In the old days of the File Replication Service (FRS), forcing a sync was as simple as modifying the Burflags registry key and setting it to D2 (non-authoritative) or D4 (authoritative). However, Microsoft replaced FRS with Distributed File System Replication (DFSR), and Burflags no longer exist for SYSVOL.

Furthermore, unlike custom DFSR replicated folders, the SYSVOL folder is intentionally protected from editing through standard management interfaces (like the Dfsmgmt.msc snap-in or Dfsradmin.exe) to prevent accidental destruction of group policies or login scripts.

To force synchronization of a DFSR-replicated SYSVOL, you must use ADSI Edit and the DFSRDIAG command-line tool.

Method 1: Force Non-Authoritative Sync (The new “D2”)

Use this method when a single Domain Controller is out of sync and you want it to discard its corrupted SYSVOL and pull a fresh copy from a healthy partner DC.

Step 1: Open ADSIEDIT.msc on the corrupted Domain Controller. Step 2: Connect to the Default naming context and locate the DFSR Local Settings object for this specific server: CN=SYSVOL Subscription, CN=Domain System Volume, CN=DFSR-LocalSettings, CN=<Corrupt_Server_Name>, OU=Domain Controllers, DC=<domain> Step 3: Edit the msDFSR-Enabled attribute and set its value to FALSE. Step 4: Force Active Directory replication throughout your domain (you can use Active Directory Sites and Services). Step 5: Open an elevated command prompt on the corrupted server and run:

dfsrdiag pollad

Step 6: Open Event Viewer on that server. Wait until you see Event ID 4114 in the DFS Replication event log. This confirms DFSR has stopped replicating SYSVOL. Step 7: Go back to ADSIEDIT.msc to the exact same object from Step 2, and change msDFSR-Enabled back to TRUE. Step 8: Force Active Directory replication again across the domain. Step 9: Go back to the command prompt on the corrupted server and execute:

dfsrdiag pollad

Step 10: Check Event Viewer again. You will see Event ID 4614 followed by Event ID 4604. This confirms SYSVOL has been re-initialized and synced non-authoritatively.

Method 2: Force Authoritative Sync (The new “D4”)

Use this method only during a disaster recovery scenario where all SYSVOL replication is completely broken across the entire domain, and you need to declare one specific DC (preferably the PDC Emulator) as the undeniable “Master” copy that everyone else must sync from.

CRITICAL WARNING: If you set the authoritative flag on one DC, you must perform a non-authoritative synchronization on ALL OTHER DCs in the domain. Otherwise, you will experience massive file conflicts and data loss.
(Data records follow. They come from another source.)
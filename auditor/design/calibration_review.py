"""The arithmetic of a calibration review, redone once per curve and cached on its inputs."""

from __future__ import annotations

import math

import numpy as np

from auditor.design.calibration import CalibrationInputs, CurveReview, LimitCheck, SampleCheck
from auditor.fit.calibration import (
    LimitBasis,
    LineFit,
    back_calculate,
    coefficient_test,
    detection_limits,
    deviation_percent,
    fit_line,
    judge_standards,
    read_off,
    residuals_of,
)
from auditor.fit.calibration_shape import curvature, residual_runs, spread_growth
from auditor.fit.weights import scheme_weights, weighting_effect
from auditor.locate.calibration_cells import SampleReading
from auditor.locate.calibration_labels import Curve, LabelledFigure
from auditor.policy import Policy


def review_curve(inputs: CalibrationInputs, policy: Policy) -> CurveReview | None:
    """The review of one curve (None when it is not a straight-line calibration)."""
    if inputs.cached is not None:
        return inputs.cached
    curve = inputs.curve
    if curve is None or np.unique(curve.x).size < 3:
        return None
    try:
        review = _review(inputs, policy, curve)
    except (ValueError, ArithmeticError):
        return None  # a degenerate curve (slope 0, one level): the calibration checks stay silent
    inputs.cached = review
    return review


def _review(inputs: CalibrationInputs, policy: Policy, curve: Curve) -> CurveReview:
    line = fit_line(curve.x, curve.y, curve.weights)
    if line.slope == 0 or not math.isfinite(line.slope):
        raise ValueError("the curve has no slope to read concentrations through")
    back = back_calculate(curve.y, line)
    deviations = deviation_percent(curve.x, back)
    standards = None
    if np.count_nonzero(curve.x) >= 1:
        standards = judge_standards(
            curve.x,
            deviations,
            policy.get("standards_tolerance"),
            policy.get("lowest_standard_tolerance"),
            policy.get("standards_min_share"),
            int(policy.get("standards_min_count")),
        )
    residuals = residuals_of(curve.x, curve.y, line)
    spread = spread_growth(curve.x, curve.y, residuals)
    effects = [
        e
        for scheme in ("1/x", "1/x²")
        if curve.weights is None and (e := weighting_effect(curve.x, curve.y, scheme)) is not None
    ]
    non_zero = curve.x[curve.x != 0]
    low = float(non_zero.min()) if non_zero.size else float(curve.x.min())
    calibrated = (low, float(curve.x.max()))
    blank = inputs.blank_sd.reported if inputs.blank_sd is not None else None
    limits = detection_limits(line, blank, policy.get("lod_factor"), policy.get("loq_factor"))
    return CurveReview(
        curve,
        line,
        curve.x,
        back,
        deviations,
        standards,
        spread,
        effects,
        residual_runs(curve.x, residuals),
        curvature(curve.x, curve.y) if curve.weights is None else None,
        limits,
        _limit_checks(inputs, limits),
        [_sample(s, curve, line, calibrated, policy) for s in inputs.samples],
        coefficient_test(line.intercept, line.se_intercept, line.df, 0.0),
        coefficient_test(line.slope, line.se_slope, line.df, 1.0),
        calibrated,
    )


def _sample(
    reading: SampleReading,
    curve: Curve,
    line: LineFit,
    calibrated: tuple[float, float],
    policy: Policy,
) -> SampleCheck:
    weight = 1.0
    if curve.weights is not None:
        x0 = (reading.response - line.intercept) / line.slope
        weight = _weight_at(curve, x0, reading.response)
    found = read_off(
        reading.response, line, *calibrated, reading.replicates, reading.dilution, weight
    )
    agrees = None
    if reading.reported is not None:
        tolerance = policy.get("read_off_tolerance") * max(abs(found.concentration), 1e-300)
        agrees = abs(reading.reported - found.concentration) <= tolerance
    return SampleCheck(reading, found, agrees)


def _weight_at(curve: Curve, x0: float, y0: float) -> float:
    """The weight one reading at x0 would get under the curve's scheme (in the fit's scale); for
    1/s² (and wherever the scheme is undefined at x0), the weight of the nearest level."""
    assert curve.weights is not None
    nearest = int(np.argmin(np.abs(curve.x - x0)))
    fitted = scheme_weights(curve.scheme, curve.x, curve.y) if curve.scheme != "1/s²" else None
    at = scheme_weights(curve.scheme, [x0], [y0]) if curve.scheme != "1/s²" else None
    if fitted is None or at is None:
        return float(curve.weights[nearest])
    scale = float(curve.weights[nearest] / fitted[nearest])  # the fit's weights may be scaled
    return float(at[0]) * scale


def _limit_checks(inputs: CalibrationInputs, limits: list[LimitBasis]) -> list[LimitCheck]:
    checks = []
    for kind, figures in (("LOD", inputs.lods), ("LOQ", inputs.loqs)):
        for figure in figures:
            candidates = [(b.sigma_name, b.lod if kind == "LOD" else b.loq) for b in limits]
            reproduced = next((name for name, value in candidates if _same(figure, value)), None)
            checks.append(LimitCheck(figure, kind, reproduced, candidates))
    return checks


def _same(figure: LabelledFigure, value: float) -> bool:
    """A typed figure agrees at the digits it shows; a formula's to 1e-6 relative."""
    from auditor.compare.precision import agree_typed

    if figure.typed:
        return bool(agree_typed(figure.reported, value, figure.number_format).agrees)
    return math.isclose(figure.reported, value, rel_tol=1e-6)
Phase A: Declare the Authoritative Master Server

  1. Open ADSIEDIT.msc on the DC you want to make authoritative (Master).
  2. Locate its DFSR Local Settings object: CN=SYSVOL Subscription, CN=Domain System Volume, CN=DFSR-LocalSettings, CN=<Master_Server_Name>, OU=Domain Controllers, DC=<domain>
  3. Edit the following two attributes:
    • Set msDFSR-Enabled to FALSE
    • Set msDFSR-options to 1

Phase B: Set all other Servers to Non-Authoritative 4. Still in ADSIEDIT.msc, navigate to the DFSR Local Settings object for every single other Domain Controller in the domain. 5. On each of those objects, set only:

  • msDFSR-Enabled to FALSE
  1. Force Active Directory replication throughout the domain and ensure it succeeds on all DCs.

Phase C: Restart the Master Engine 7. On the Authoritative (Master) server, open an elevated command prompt and type:

dfsrdiag pollad
  1. Check its Event Viewer for Event ID 4114.
  2. Once confirmed, go back to ADSIEDIT.msc for the Master server and change msDFSR-Enabled back to TRUE.
  3. Run dfsrdiag pollad on the master server again.
  4. Look for Event ID 4602 in the Event Viewer. This confirms the master server has initialized itself as the primary designated member.

Phase D: Synchronize the rest of the Domain 12. For all other non-authoritative DCs, go back to ADSIEDIT.msc and change msDFSR-Enabled back to TRUE. 13. On each non-authoritative DC, open a command prompt and run:

dfsrdiag pollad
  1. Check the Event Viewer on each of those servers for Event ID 4604. This confirms they have successfully downloaded the fresh SYSVOL copy from the Master server.